The Company intends to use net proceeds from the Financing Package to re-commence mining operations at its Little Squaw Creek placer mine (“Little Squaw”) in Alaska. Based on results of the independent Initial Assessment Report (“IA”) prepared by Global Resources Engineering (“GRE”) of Denver, Colorado, and subject to completion of the Financing Package, the Company anticipates re-commencing operations at Little Squaw in 2025.

This press release shall not constitute an offer to sell or the solicitation of an offer to buy these securities, nor shall there be any sale of these securities in any state or jurisdiction in which such offer, solicitation, or sale would be unlawful prior to registration or qualification under the securities laws of any such state or jurisdiction.

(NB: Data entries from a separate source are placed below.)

#[cfg(test)]
mod tests {
    use super::*;

    #[test]
    fn options_as_typed_become_the_spec() {
        let s = |t: &str| Some(t.to_string());
        let o = Options {
            family: "welded-i".into(),
            bf: s("150..400:50mm"),
            tf: s("8,10mm"),
            hw: s("0.3..0.4:0.1m"),
            tw: s("6mm"),
            fy: s("345MPa"),
            ..Default::default()
        };
        let spec = o.spec().unwrap();
        let Spec::WeldedI { bf, tf, hw, tw, .. } = &spec else {
            panic!("welded-i gives a welded I spec")
        };
        let Spec::WeldedI {
            lambda_f: Some(lambda_f),
            lambda_w: Some(lambda_w),
            density,
            ..
        } = spec.clone()
        else {
            panic!("--Fy gives both slenderness limits")
        };
        // 150 to 400 by 50: six values, both ends included (arithmetic);
        // 1 m = 1000 mm.
        assert_eq!(*bf, vec![150.0, 200.0, 250.0, 300.0, 350.0, 400.0]);
        assert_eq!((tf, tw), (&vec![8.0, 10.0], &vec![6.0]));
        assert_eq!(hw.len(), 2);
        assert!((hw[0] - 300.0).abs() < 1e-9 && (hw[1] - 400.0).abs() < 1e-9);
        // AISC 360-16 Table B4.1b compact limits (from memory): flange
        // 0.38·√(E/Fy), web 3.76·√(E/Fy), at the default E = 200 GPa.
        let r = (200_000.0f64 / 345.0).sqrt();
        assert!((lambda_f - 0.38 * r).abs() < 1e-9);
        assert!((lambda_w - 3.76 * r).abs() < 1e-9);
        assert_eq!(density, 7850.0);
        // A rectangle option is refused for the welded I family.
        let e = Options { b: s("100mm"), ..o }
            .spec()
            .unwrap_err()
            .to_string();
        assert!(
            e.contains("--b does not apply to the welded-i family"),
            "{e}"
        );
    }
}
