//! Checks of one section against a prepared demand: bending stress at the
//! top and bottom fibres (sagging and hogging), shear, deflection of every
//! serviceability combination, and lateral-torsional buckling where an
//! unbraced length is given.
//!
//! * Bending: f = M·c/I = M/S (flexure formula), against the allowable
//!   bending stress of the fibre's sense (tension or compression).
//! * Shear: the average web shear V/(d·tw) for I-shapes (AISC 360-16 G2.1,
//!   A_w = d·tw), otherwise the peak V·Q/(I·t) at the neutral axis
//!   (Jourawski's formula), against the allowable shear stress.
//! * Deflection: δ = y/(E·I) against L/n and/or an absolute limit per span;
//!   for an overhang L is `cantilever_factor` × its length (2 by common
//!   practice).
//! * Lateral-torsional buckling: see [`ltb`].
//!
//! The per-section path allocates nothing: it scales and adds the demand's
//! polynomials (see `beam::demand`).

pub mod ltb;

use crate::beam::model::ComboKind;
use crate::beam::{Beam, Demand, Quantity};
use crate::error::{Error, Result};
use crate::section::Properties;
use crate::units::G;
use serde::{Deserialize, Serialize};

/// Material: stiffness, allowable stresses, density.
#[derive(Clone, Debug, PartialEq, Serialize, Deserialize)]
pub struct Material {
    pub name: String,
    /// Modulus of elasticity E, MPa.
    pub e: f64,
    /// Allowable bending stress at a fibre in tension, MPa.
    pub fb_tension: f64,
    /// Allowable bending stress at a fibre in compression, MPa.
    pub fb_compression: f64,
    /// Allowable shear stress, MPa (None: shear not checked).
    pub fv: Option<f64>,
    /// Yield stress, MPa (needed for lateral-torsional buckling of steel).
    pub fy: Option<f64>,
    /// Density, kg/m³.
    pub density: f64,
}

impl Material {
    pub fn validate(&self) -> Result<()> {
        let pos = |name: &str, v: f64| -> Result<()> {
            if !v.is_finite() || v <= 0.0 {
                return Err(Error::msg(format!(
                    "{name} = {} is not valid: expected a value greater than zero",
                    crate::units::fmt_num(v)
                ))
                .in_field(&format!("material.{name}")));
            }
            Ok(())
        };
        pos("E", self.e)?;
        pos("Fb (tension)", self.fb_tension)?;
        pos("Fb (compression)", self.fb_compression)?;
        if let Some(v) = self.fv {
            pos("Fv", v)?;
        }
        if let Some(v) = self.fy {
            pos("Fy", v)?;
        }
        if !self.density.is_finite() || self.density < 0.0 {
            return Err(Error::msg("density must be zero or more").in_field("material.density"));
        }
        Ok(())
    }
}
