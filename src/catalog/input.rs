//! Naming a catalogue input and reading it once: a regular file is opened
//! again for each reading; a stream (standard input as `-`, a pipe, a
//! FIFO) is read into memory once, so every reading sees the same bytes.

use crate::error::{Error, Result};
use std::fs::File;
use std::io::BufReader;
use std::path::PathBuf;

/// Where a catalogue's bytes come from.
#[derive(Clone, Debug)]
pub enum Source {
    /// A regular file, opened again for each reading.
    File(PathBuf),
    /// A stream read once into memory.
    Bytes(std::sync::Arc<Vec<u8>>),
}

/// One catalogue input.
#[derive(Clone, Debug)]
pub struct Input {
    pub shown: String,
    pub source: Source,
    pub len: u64,
}

impl Input {
    /// Name an input: '-' is standard input; anything that is not a regular
    /// file (a pipe, a FIFO, /dev/stdin, a process substitution) is read
    /// once, here, so later readings see the same bytes.
    pub fn new(p: &std::path::Path) -> Result<Input> {
        let shown = if p.as_os_str() == "-" {
            "standard input".to_string()
        } else {
            p.display().to_string()
        };
        let read_all = |r: &mut dyn std::io::Read| -> Result<Input> {
            let mut buf = Vec::new();
            r.read_to_end(&mut buf).map_err(|e| Error::io(&shown, e))?;
            Ok(Input {
                shown: shown.clone(),
                len: buf.len() as u64,
                source: Source::Bytes(std::sync::Arc::new(buf)),
            })
        };
        if p.as_os_str() == "-" {
            return read_all(&mut std::io::stdin().lock());
        }
        let f = File::open(p).map_err(|e| Error::io(&shown, e))?;
        let m = f.metadata().map_err(|e| Error::io(&shown, e))?;
        if m.is_dir() {
            return Err(Error::io(
                &shown,
                std::io::Error::new(
                    std::io::ErrorKind::InvalidInput,
                    "is a folder, expected a catalogue file",
                ),
            ));
        }
        if m.is_file() {
            return Ok(Input {
                shown,
                source: Source::File(p.to_path_buf()),
                len: m.len(),
            });
        }
        let mut f = f;
        read_all(&mut f)
    }

    /// A fresh reader over the whole input.
    pub fn reader(&self) -> Result<Box<dyn std::io::Read + Send>> {
        Ok(match &self.source {
            Source::File(p) => Box::new(BufReader::with_capacity(
                1 << 16,
                File::open(p).map_err(|e| Error::io(&self.shown, e))?,
            )),
            Source::Bytes(b) => Box::new(std::io::Cursor::new(SharedBytes(b.clone()))),
        })
    }
}

/// Shared bytes as a reader's buffer.
struct SharedBytes(std::sync::Arc<Vec<u8>>);

impl AsRef<[u8]> for SharedBytes {
    fn as_ref(&self) -> &[u8] {
        &self.0
    }
}
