pub(super) const DIMS: &[&str] = &[
    "d", "b", "h", "bf", "tf", "tw", "hw", "r", "t", "r_out", "bf_top", "tf_top", "bf_bot",
    "tf_bot",
];
// Indices into DIMS (the per-row path looks dimensions up by index).
pub(super) const D: usize = 0;
pub(super) const B: usize = 1;
pub(super) const H: usize = 2;
pub(super) const BF: usize = 3;
pub(super) const TF: usize = 4;
pub(super) const TW: usize = 5;
pub(super) const HW: usize = 6;
pub(super) const R: usize = 7;
pub(super) const T: usize = 8;
pub(super) const R_OUT: usize = 9;
pub(super) const BF_TOP: usize = 10;
pub(super) const TF_TOP: usize = 11;
pub(super) const BF_BOT: usize = 12;
pub(super) const TF_BOT: usize = 13;

/// Known column names, for error messages.
pub const KNOWN: &str = "name, shape, series, grade, stock, one price column (cost or price [CUR/m], [CUR/t] or [CUR/m3]), dimensions (d, b, h, bf, tf, tw, hw, r, t, r_out, bf_top, tf_top, bf_bot, tf_bot), \
A, Ix, Iy, J, Cw, S (or S_top, S_bot), Zx, c_top, c_bot, Q, mass, E, Fb, Fbt, Fbc, Fv, Fy, density, Emin, \
timber adjustment factors without unit (CD, CM_Fb, CM_Fv, CM_E, Ct, Ci, Ct_E, Ci_E, CF, Cr, Cfu); columns named note... are ignored";

/// The parsed header.
#[derive(Clone, Debug)]
pub struct Schema {
    pub cols: Vec<Col>,
    pub headers: Vec<String>,
    /// Currency named in a cost header (`cost [EUR/m]`).
    pub currency: Option<String>,
    /// What the price column's prices are per (none without one).
    pub price_basis: Option<PriceBasis>,
    pub(super) name: Option<usize>,
    pub(super) shape: Option<usize>,
    /// Number cells use a decimal comma (`12,5`; see `ReadOptions`).
    pub decimal_comma: bool,
}

/// A header's name and the unit in its brackets (`Ix [in4]` → `Ix`,
/// `in4`), both trimmed; the schedule reader splits its headers the same.
pub fn split_header(h: &str) -> (String, Option<String>) {
    let h = h.trim();
    match (h.find('['), h.rfind(']')) {
        (Some(a), Some(b)) if b > a => (
            h[..a].trim().to_string(),
            Some(h[a + 1..b].trim().to_string()),
        ),
        _ => (h.to_string(), None),
    }
}

fn prop_of(key: &str) -> Option<(Prop, Dim)> {
    Some(match key {
        "a" | "area" => (Prop::Area, Dim::Area),
        "ix" | "i" | "i_x" => (Prop::Ix, Dim::SecondMoment),
        "iy" | "i_y" => (Prop::Iy, Dim::SecondMoment),
        "j" => (Prop::J, Dim::SecondMoment),
        "cw" => (Prop::Cw, Dim::Warping),
        "s" | "sx" | "s_x" => (Prop::S, Dim::Modulus),
        "s_top" => (Prop::STop, Dim::Modulus),
        "s_bot" => (Prop::SBot, Dim::Modulus),
        "zx" | "z" | "z_x" => (Prop::Zx, Dim::Modulus),
        "c_top" => (Prop::CTop, Dim::Length),
        "c_bot" => (Prop::CBot, Dim::Length),
        "q" => (Prop::Q, Dim::Modulus),
        "mass" | "mass_per_length" | "weight" => (Prop::Mass, Dim::MassPerLength),
        "e" => (Prop::E, Dim::Stress),
        "fb" => (Prop::Fb, Dim::Stress),
        "fbt" => (Prop::Fbt, Dim::Stress),
        "fbc" => (Prop::Fbc, Dim::Stress),
        "fv" => (Prop::Fv, Dim::Stress),
        "fy" => (Prop::Fy, Dim::Stress),
        "density" => (Prop::Density, Dim::Density),
        "emin" | "e_min" => (Prop::Emin, Dim::Stress),
        _ => return None,
    })
}

/// Parse a price unit, `CURRENCY/UNIT` (or `per UNIT`, `/UNIT`): the
/// unit is a length (`EUR/m`, `USD/ft`), a mass (`EUR/t`, `EUR/kg`,
/// `USD/lb`) or a volume (`EUR/m3`, `USD/ft3`). Returns the currency, the
/// basis and the factor from the cell's figure to currency per mm, per kg
/// or per mm³.
fn cost_unit(unit: &str) -> Result<(Option<String>, PriceBasis, f64)> {
    let u = unit.trim();
    let (cur, per) = if let Some(rest) = u.strip_prefix("per ") {
        (None, rest)
    } else if let Some((c, l)) = u.rsplit_once('/') {
        let c = c.trim();
        (
            if c.is_empty() {
                None
            } else {
                Some(c.to_string())
            },
            l,
        )
    } else {
        return Err(Error::msg(format!(
            "price unit '{u}' is not of the form CURRENCY/UNIT, e.g. cost [EUR/m], price [EUR/t] or price [EUR/m3]"
        )));
    };
    let key = per.trim().to_ascii_lowercase().replace('³', "3");
    // Per mass: currency per kg of the cell's figure.
    let per_kg = match key.as_str() {
        "t" | "tonne" | "tonnes" => Some(1.0 / 1000.0),
        "kg" => Some(1.0),
        "lb" | "lbs" => Some(1.0 / units::KG_PER_LB),
        _ => None,
    };
    if let Some(f) = per_kg {
        return Ok((cur, PriceBasis::PerMass, f));
    }
    // Per volume: currency per mm³.
    let per_mm3 = match key.as_str() {
        "m3" => Some(1e-9),
        "ft3" => Some(1.0 / (units::MM_PER_FT * units::MM_PER_FT * units::MM_PER_FT)),
        _ => None,
    };
    if let Some(f) = per_mm3 {
        return Ok((cur, PriceBasis::PerVolume, f));
    }
    match units::unit_factor(per, Dim::Length) {
        Ok(mm) => Ok((cur, PriceBasis::PerLength, 1.0 / mm)),
        Err(_) => Err(Error::msg(format!(
            "price unit '{u}': expected a price per length (m, ft, ...), per mass (t, kg, lb) or per volume (m3, ft3) after the '/'"
        ))),
    }
}

impl Schema {
    /// The index of the name column (0 when there is none).
    #[inline]
    pub fn name_column(&self) -> usize {
        self.name.unwrap_or(0)
    }

    /// Parse the header row; every problem is reported at once.
    pub fn parse(headers: &[String], loc: &Location) -> Result<Schema> {
        let mut cols = Vec::new();
        let mut errors = Vec::new();
        let mut currency = None;
        let mut price_basis = None;
        let mut seen: HashSet<String> = HashSet::new();
        for (i, h) in headers.iter().enumerate() {
            let at = loc.clone().with_column(i as u64 + 1).with_field(h.clone());
            match column(h, &at, &mut seen, &mut currency, &mut price_basis) {
                Ok(c) => cols.push(c),
                Err(e) => {
                    errors.push(e);
                    cols.push(Col::Note);
                }
            }
        }
        // Two headers for one quantity (`name` and `designation`, `shape`
        // and `family`, or a dimension and its synonym): which to read
        // would be a guess, so the header is refused.
        for j in 0..cols.len() {
            if let Some(i) = (0..j).find(|&i| same_quantity(&cols[i], &cols[j])) {
                errors.push(Error::input(
                    loc.clone()
                        .with_column(j as u64 + 1)
                        .with_field(headers[j].clone()),
                    format!(
                        "column '{}' gives the same value as column {} ('{}'): keep one of them",
                        headers[j],
                        i + 1,
                        headers[i]
                    ),
                ));
            }
        }
        let name = cols.iter().position(|c| *c == Col::Name);
        let shape = cols.iter().position(|c| *c == Col::Shape);
        if name.is_none() {
            errors.push(Error::input(
                loc.clone(),
                "no 'name' column: every section needs a name",
            ));
        }
        let has_dims = cols.iter().any(|c| matches!(c, Col::Dim(..)));
        let has_props = cols.iter().any(|c| matches!(c, Col::Prop(Prop::Ix, _)));
        if !has_props && (!has_dims || shape.is_none()) {
            errors.push(Error::input(
                loc.clone(),
                "the catalogue gives neither properties (A, Ix, ...) nor a 'shape' column with dimensions",
            ));
        }
        if !errors.is_empty() {
            return Err(header_problems(errors, loc));
        }
        Ok(Schema {
            cols,
            headers: headers.to_vec(),
            currency,
            price_basis,
            name,
            shape,
            decimal_comma: false,
        })
    }
}

/// Whether two columns give the same quantity (notes never do; a second
/// price column is refused where it is read).
fn same_quantity(a: &Col, b: &Col) -> bool {
    match (a, b) {
        (Col::Dim(i, _), Col::Dim(j, _)) => i == j,
        (Col::Prop(p, _), Col::Prop(q, _)) => p == q,
        (Col::Factor(f), Col::Factor(g)) => f == g,
        (Col::Name, Col::Name)
        | (Col::Shape, Col::Shape)
        | (Col::Series, Col::Series)
        | (Col::Grade, Col::Grade)
        | (Col::Stock, Col::Stock) => true,
        _ => false,
    }
}
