//! Reading catalogue files: headers, chunked records for parallel scans,
//! whole-file validation that reports every bad row, and the listing of a
//! catalogue with its computed properties.

use super::records::{Block, Blocks, ReadError, Records};
use super::{CellError, Materials, Schema, parse_row};
use crate::check::Material;
use crate::error::{Error, Location, Result};
use crate::section::{Properties, Shape};
use serde::Serialize;
use std::io::Read;

/// Options for reading a catalogue.
#[derive(Clone, Debug)]
pub struct ReadOptions {
    pub delimiter: u8,
    /// Number cells are written with a decimal comma (`12,5` is 12.5); the
    /// delimiter is then not a comma.
    pub decimal_comma: bool,
}

impl ReadOptions {
    /// The options for a delimiter given as text: one character, or
    /// `tab` (or `\t`).
    pub fn from_delimiter(text: &str) -> Result<Self> {
        let delimiter = match text {
            "tab" | "\\t" => b'\t',
            s if s.len() == 1 => s.as_bytes()[0],
            s => {
                return Err(Error::msg(format!(
                    "--delimiter '{s}': expected one character or 'tab'"
                )));
            }
        };
        Ok(ReadOptions {
            delimiter,
            decimal_comma: false,
        })
    }

    /// The options for a delimiter given as text and decimal commas
    /// (`--decimal-comma`), which need a delimiter other than a comma.
    pub fn new(delimiter: &str, decimal_comma: bool) -> Result<Self> {
        let mut o = Self::from_delimiter(delimiter)?;
        if decimal_comma && o.delimiter == b',' {
            return Err(Error::msg(
                "--decimal-comma: numbers like 12,5 cannot be read from comma-separated fields: give the file's delimiter too, e.g. --delimiter ';' (or 'tab')",
            )
            .in_field("--decimal-comma"));
        }
        o.decimal_comma = decimal_comma;
        Ok(o)
    }
}

impl Default for ReadOptions {
    fn default() -> Self {
        ReadOptions {
            delimiter: b',',
            decimal_comma: false,
        }
    }
}

/// An open catalogue: its schema and a block reader positioned after the
/// header.
pub struct Catalog<R: Read> {
    pub file: String,
    /// Where its problems are: the file, and the sheet of a workbook.
    pub at: Location,
    pub schema: Schema,
    /// Line of the header row.
    pub header_line: u64,
    pub delimiter: u8,
    /// The input's length in bytes, when known (sizes the duplicate filter).
    pub size_hint: Option<u64>,
    blocks: Blocks<R>,
}

/// A reusable buffer for sequential reading with [`Catalog::next_chunk`].
#[derive(Default)]
pub struct Chunk {
    block: Block,
    pub records: Records,
}

/// Open a catalogue from any reader (`file` names it in messages).
pub fn open<R: Read>(input: R, file: &str, opts: &ReadOptions) -> Result<Catalog<R>> {
    open_at(input, &Location::in_file(file), opts)
}

/// Open a catalogue whose problems are at `at` (a file, or a workbook's
/// sheet: see `input::Input::open`).
pub fn open_at<R: Read>(input: R, at: &Location, opts: &ReadOptions) -> Result<Catalog<R>> {
    let file = at.file.as_deref().unwrap_or("");
    if matches!(opts.delimiter, b'"' | b'#' | b'\n' | b'\r') {
        return Err(Error::input(
            at.clone(),
            "the delimiter cannot be a quote, '#' or a line break",
        ));
    }
    let mut blocks = Blocks::new(input, opts.delimiter);
    let mut head = Records::default();
    blocks
        .take_records(1, &mut head)
        .map_err(|e| read_error(at, e))?;
    if head.is_empty() {
        return Err(Error::input(
            at.clone(),
            "the file is empty: expected a header row naming the columns",
        ));
    }
    let header = head.get(0);
    let line = header.line();
    let mut names = Vec::with_capacity(header.len());
    for (i, h) in header.iter().enumerate() {
        let s = std::str::from_utf8(h).map_err(|_| {
            Error::input(
                at.clone().with_line(line).with_column(i as u64 + 1),
                "the header is not valid UTF-8 text",
            )
        })?;
        names.push(s.trim().to_string());
    }
    if header.fault().is_some() {
        return Err(Error::input(
            at.clone().with_line(line),
            "the header has a quoted field that is never closed",
        ));
    }
    if names.len() == 1
        && opts.delimiter == b','
        && (names[0].contains(';') || names[0].contains('\t'))
    {
        return Err(Error::input(
            at.clone().with_line(line),
            "the header has a single column but contains ';' or tabs: use --delimiter ';' (or 'tab') for this file",
        ));
    }
    if names.len() == 1 && opts.delimiter != b',' && names[0].contains(',') {
        return Err(Error::input(
            at.clone().with_line(line),
            format!(
                "the header has a single column when split at '{}' (--delimiter) but contains commas: leave --delimiter out for a comma-separated file",
                if opts.delimiter == b'\t' {
                    "tab".to_string()
                } else {
                    (opts.delimiter as char).to_string()
                }
            ),
        ));
    }
    let mut schema = Schema::parse(&names, &at.clone().with_line(line))?;
    schema.decimal_comma = opts.decimal_comma;
    Ok(Catalog {
        file: file.to_string(),
        at: at.clone(),
        schema,
        header_line: line,
        delimiter: opts.delimiter,
        size_hint: None,
        blocks,
    })
}

/// Turn a reading error into ours, with its position.
pub fn read_error(at: &Location, e: ReadError) -> Error {
    match e {
        ReadError::Io(err) => Error::io(at.file.as_deref().unwrap_or(""), err),
        ReadError::TooLong { line } => Error::input(
            at.clone().with_line(line),
            format!(
                "a record runs on for more than {} MB from here: is a quote never closed?",
                super::records::MAX_RECORD >> 20
            ),
        ),
    }
}

impl<R: Read> Catalog<R> {
    /// The next block of whole records (parse its segments in parallel
    /// with [`Block::parse_segment`]); false at the end.
    pub fn next_block(&mut self, block: &mut Block) -> Result<bool> {
        self.blocks
            .next_block(block)
            .map_err(|e| read_error(&self.at, e))
    }

    /// The next records, in order, into `chunk.records`; 0 at the end.
    pub fn next_chunk(&mut self, chunk: &mut Chunk) -> Result<usize> {
        self.blocks
            .next_records(&mut chunk.block, &mut chunk.records)
            .map_err(|e| read_error(&self.at, e))
    }

    /// Bytes per parallel segment (results never depend on it).
    pub fn set_segment(&mut self, bytes: usize) {
        self.blocks.set_segment(bytes);
    }

    /// Input bytes read so far (whole records).
    pub fn offset(&self) -> u64 {
        self.blocks.offset()
    }
}

/// Result of validating a whole catalogue.
#[derive(Debug)]
pub struct Validation {
    pub rows: u64,
    pub good: u64,
    pub errors: Vec<Error>,
    /// Problems found beyond the first [`MAX_LISTED`].
    pub unlisted: u64,
}

/// Most problems one validation lists (the rest are counted).
pub const MAX_LISTED: usize = 10_000;

impl Validation {
    /// Every problem found, listed or not.
    pub fn problems(&self) -> u64 {
        self.errors.len() as u64 + self.unlisted
    }
    /// Rows read that have a problem.
    pub fn bad_rows(&self) -> u64 {
        self.rows - self.good
    }
    /// List a problem, or count it beyond [`MAX_LISTED`].
    fn push(&mut self, e: Error) {
        if self.errors.len() < MAX_LISTED {
            self.errors.push(e);
        } else {
            self.unlisted += 1;
        }
    }
}

/// The problem of a row that does not read, at its line and column.
fn row_error(at: &Location, line: u64, e: CellError) -> Error {
    Error::input(
        at.clone().with_line(line).with_column(e.column as u64),
        e.message,
    )
}

/// Validate every row; report all problems (bad rows, duplicate names).
/// `grades` may be empty when no job is given (grades are then not looked up).
pub fn validate<R: Read>(
    mut cat: Catalog<R>,
    base: &Material,
    grades: &[(String, Material)],
    check_grades: bool,
) -> Result<Validation> {
    let mats = Materials { base, grades };
    let mut chunk = Chunk::default();
    let mut seen: std::collections::HashMap<String, u64> = std::collections::HashMap::new();
    let mut v = Validation {
        rows: 0,
        good: 0,
        errors: Vec::new(),
        unlisted: 0,
    };
    // Without a job, grades cannot be resolved: read the grade column as a
    // note.
    let schema = if check_grades {
        cat.schema.clone()
    } else {
        let mut s = cat.schema.clone();
        for c in s.cols.iter_mut() {
            if *c == super::Col::Grade {
                *c = super::Col::Note;
            }
        }
        s
    };
    let name_col = schema
        .cols
        .iter()
        .position(|c| *c == super::Col::Name)
        .unwrap_or(0);
    loop {
        let n = match cat.next_chunk(&mut chunk) {
            Ok(n) => n,
            Err(e) => {
                v.errors.push(e);
                break;
            }
        };
        if n == 0 {
            break;
        }
        for rec in chunk.records.iter() {
            v.rows += 1;
            let line = rec.line();
            match parse_row(&schema, &rec, &mats) {
                Ok(row) => {
                    if let Some(first) = seen.insert(row.name.to_string(), line) {
                        v.push(Error::input(
                            cat.at
                                .clone()
                                .with_line(line)
                                .with_column(name_col as u64 + 1),
                            format!(
                                "duplicate section name '{}' (first on {})",
                                row.name,
                                cat.at.line_text(first)
                            ),
                        ));
                    } else {
                        v.good += 1;
                    }
                }
                Err(e) => v.push(row_error(&cat.at, line, e)),
            }
        }
    }
    if v.rows == 0 && v.errors.is_empty() {
        v.errors.push(Error::input(
            cat.at.clone(),
            "the catalogue has a header but no rows",
        ));
    }
    Ok(v)
}

/// One row of a listing: the row as read, with its computed properties.
#[derive(Debug, Serialize)]
pub struct Listed {
    pub line: u64,
    pub name: String,
    pub shape: Option<Shape>,
    pub grade: String,
    pub properties: Properties,
    /// kg/m (NaN when the row gives no mass and no density is known).
    pub mass_per_length: f64,
    pub cost_per_mm: Option<f64>,
    pub stock: Option<bool>,
}

/// A catalogue listed: every row that reads, in file order, and the
/// problems of the rows that do not.
#[derive(Debug, Serialize)]
pub struct Listing {
    pub file: String,
    pub rows: Vec<Listed>,
    pub problems: Vec<String>,
}

/// List every row of a catalogue with its properties (a reading error
/// stops the listing; a bad row is a problem and the listing goes on).
pub fn list<R: Read>(mut cat: Catalog<R>, mats: &Materials<'_>) -> Result<Listing> {
    let mut out = Listing {
        file: cat.file.clone(),
        rows: Vec::new(),
        problems: Vec::new(),
    };
    let mut chunk = Chunk::default();
    while cat.next_chunk(&mut chunk)? > 0 {
        for rec in chunk.records.iter() {
            match parse_row(&cat.schema, &rec, mats) {
                Ok(r) => out.rows.push(Listed {
                    line: rec.line(),
                    name: r.name.to_string(),
                    shape: r.shape,
                    grade: r.grade.to_string(),
                    properties: r.props,
                    mass_per_length: r.mass,
                    cost_per_mm: r.cost,
                    stock: r.stock,
                }),
                Err(e) => out
                    .problems
                    .push(row_error(&cat.at, rec.line(), e).to_string()),
            }
        }
    }
    Ok(out)
}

(All monetary references are expressed in U.S. dollars, unless otherwise indicated)

About Goldrich Mining

Goldrich Mining is a U.S. based resource company focused on developing the Chandalar gold district in Alaska, USA. The Company controls a land package spanning 23,000 acres of highly prospective gold targets and historic mines. Goldrich’s primary focus is on the discovery of a tier-one lode gold deposit while simultaneously working to monetize its significant placer asset.

 

For additional information regarding the Company or this news release, contact Mr. Steve Vincent via telephone at (612) 810-4280 or svincent@goldrichmining.com.

 

 

Forward-Looking Statements

This news release contains “forward-looking statements” within the meaning of the Private Securities Litigation Reform Act of 1995. Such forward looking statements concern use of proceeds and potential exercise of the warrants. These statements relate to analyses and other information that are based on forecasts of future results, estimates of amounts not yet determinable and assumptions of management. Any statements that express or involve discussions with respect to predictions, expectations, beliefs, plans, budgets, projections, objectives, assumptions or future events or performance (often, but not always, using words or phrases such as “expects” or “does not expect”, “is expected”, “anticipates” or “does not anticipate”, “plans”, “estimates” or “intends”, or stating that certain actions, events or results “may”, “could”, “would”, “might”, “should” or “will” be taken, occur or be achieved) are not statements of historical fact and may be forward-looking statements. Forward-looking statements are subject to a variety of known and unknown risks, uncertainties and other factors which could cause actual events or results to differ from those expressed or implied by the forward-looking statements. Investors should not place undue reliance on any forward-looking statement and should consider the uncertainties and risks discussed in in the Company’s latest Annual Report on Form 10-K and Quarterly Report on Form 10-Q under the heading “Risk Factors”, filed with the U.S. Securities and Exchange Commission (the “SEC”) and available on the SEC website or www.goldrichmining.com, as well as the Company’s other SEC filings. We disclaim any obligation subsequently to revise any forward-looking statements to reflect events or circumstances after the date of such statements or to reflect the occurrence of anticipated or unanticipated events, except as required by law.